Presentation
- Hosted by: Nate DiMeo
- Genre: History
- Language: English
- Updates: Current
- Length: 5–20 min.

Production
- No. of episodes: 193

Publication
- Original release: November 12, 2008
- Provider: Maximum Fun (2012–2015); Radiotopia (2015–present);

= The Memory Palace =

History podcast

The Memory Palace is a monthly historical podcast hosted by Nate DiMeo that debuted in 2008. The program features historical narratives concerning such subjects as the Cardiff Giant and the CIA project Acoustic Kitty. It is currently distributed online by Radiotopia.

== History ==
In 2009, Scottsdale Museum of Contemporary Art commissioned a version of the episode "A Brief Eulogy for a Consumer Electronics Product" for its Rewind Remix Replay exhibit.

In July 2011, design podcast 99% Invisible commissioned the episode "A Stretch".

In August 2011, Slate commissioned a series of "Civil War Stories" in conjunction with their Slate Daily Podcast.

In July 2012, Maximum Fun began supporting The Memory Palace.
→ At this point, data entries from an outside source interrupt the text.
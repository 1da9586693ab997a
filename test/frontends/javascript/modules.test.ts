/** Imports between files. Source of the forms: ECMA-262 (2025), clause 16.2; Node.js documentation, modules. */
import { describe, expect, test } from 'vitest';
import { engine, filesOf } from '../../harness/engine.ts';

const library = `/**
 * @param {number} d - diameter [m]
 * @returns {number} area [m^2]
 */
export function area(d) { return Math.PI / 4 * d ** 2; }
export const depth = 3;  // [m]
export default area;
export { depth as height };
`;

/** What is found in the last of some files. */
async function found(files: Readonly<Record<string, string>>, file: string): Promise<readonly string[]> {
  const workspace = await engine(filesOf(files));
  await workspace.prepare('javascript');
  await workspace.prepare('typescript');
  return workspace.check(file, files[file] as string).findings.filter((each) => each.severity !== 'hint').map((each) => each.code);
}

describe('the units of another file', () => {
  test.each([
    ['named', "import { area, depth } from './lib.js';\nconst x = area(depth) + depth;", 'b/a/lib.js'],
    ['renamed', "import { area as A, height } from './lib';\nconst x = A(2) + height;", 'b/a/lib.js'],
    ['the default', "import A, { depth } from './lib.js';\nconst x = A(2) + depth;", 'b/a/lib.js'],
    ['the whole', "import * as lib from './lib.js';\nconst x = lib.area(2) + lib.depth;", 'b/a/lib.js'],
    ['required', "const { area, depth: D } = require('./lib');\nconst x = area(2) + D;", 'b/a/lib.js'],
    ['required as a whole', "const lib = require('./lib.js');\nconst x = lib.area(2) + lib.depth;", 'b/a/lib.js'],
    ['a source that is made into it', "import { area, depth } from './lib.js';\nconst x = area(depth) + depth;", 'b/a/lib.ts'],
    ['the index of a folder', "import { area, depth } from './lib';\nconst x = area(depth) + depth;", 'b/a/lib/index.js'],
    ['a folder above', "import { area, depth } from '../lib.js';\nconst x = area(depth) + depth;", 'b/lib.js'],
  ])('%s', async (_name, script, at) => {
    expect(await found({ [at]: library, 'b/a/main.js': script }, 'b/a/main.js')).toEqual(['unlike-terms']);
  });

  test('through a file that exports again', async () => {
    const files = { 'b/a/lib.js': library, 'b/a/all.js': "export { area as A } from './lib.js';\nexport * from './lib.js';\n", 'b/a/main.js': "import { A, depth } from './all.js';\nconst x = A(2) + depth;" };
    expect(await found(files, 'b/a/main.js')).toEqual(['unlike-terms']);
  });

  test('right sums are silent, and so are packages', async () => {
    expect(await found({ 'b/a/lib.js': library, 'b/a/main.js': "import { area, depth } from './lib.js';\nimport y from 'lib';\nconst x = area(depth) + depth ** 2 + y;" }, 'b/a/main.js')).toEqual([]);
  });

  test('a script reads a file of the other language', async () => {
    const files = { 'b/a/pump.ts': 'export interface Pump { D: number;  // [m]\n N: number;  // [rev/s]\n}\n', 'b/a/main.ts': "import type { Pump } from './pump';\nexport function f(p: Pump) { return p.D + p.N; }\n" };
    expect(await found(files, 'b/a/main.ts')).toEqual(['unlike-terms']);
  });
});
The two parted ways in early 2015. The podcast joined Radiotopia in June 2015.

== Reception ==
99% Invisible's Roman Mars described The Memory Palace as "sometimes heartbreaking, sometimes hysterical, and often a wonderful mix of both."

The A.V. Club called The Memory Palace a "brisk and sadly infrequent podcast" whose episodes feature "a kind of precious, deadpan delivery similar to This American Life, but more humorous, backed by a surprisingly evocative and effective musical score."

Boing Boing's David Pescovitz called The Memory Palace "terrific," "excellent," and "one of my favorite podcasts." While guest blogging for Boing Boing, Douglas Rushkoff described The Memory Palace as "highly textured historical narratives about stuff we might not know or remember." Boing Boing's Mark Frauenfelder called The Memory Palace one of his "favorite podcasts of 2012" comparing it to Paul Harvey's radio program The Rest of the Story.

The show was nominated for the 2015 Peabody Awards.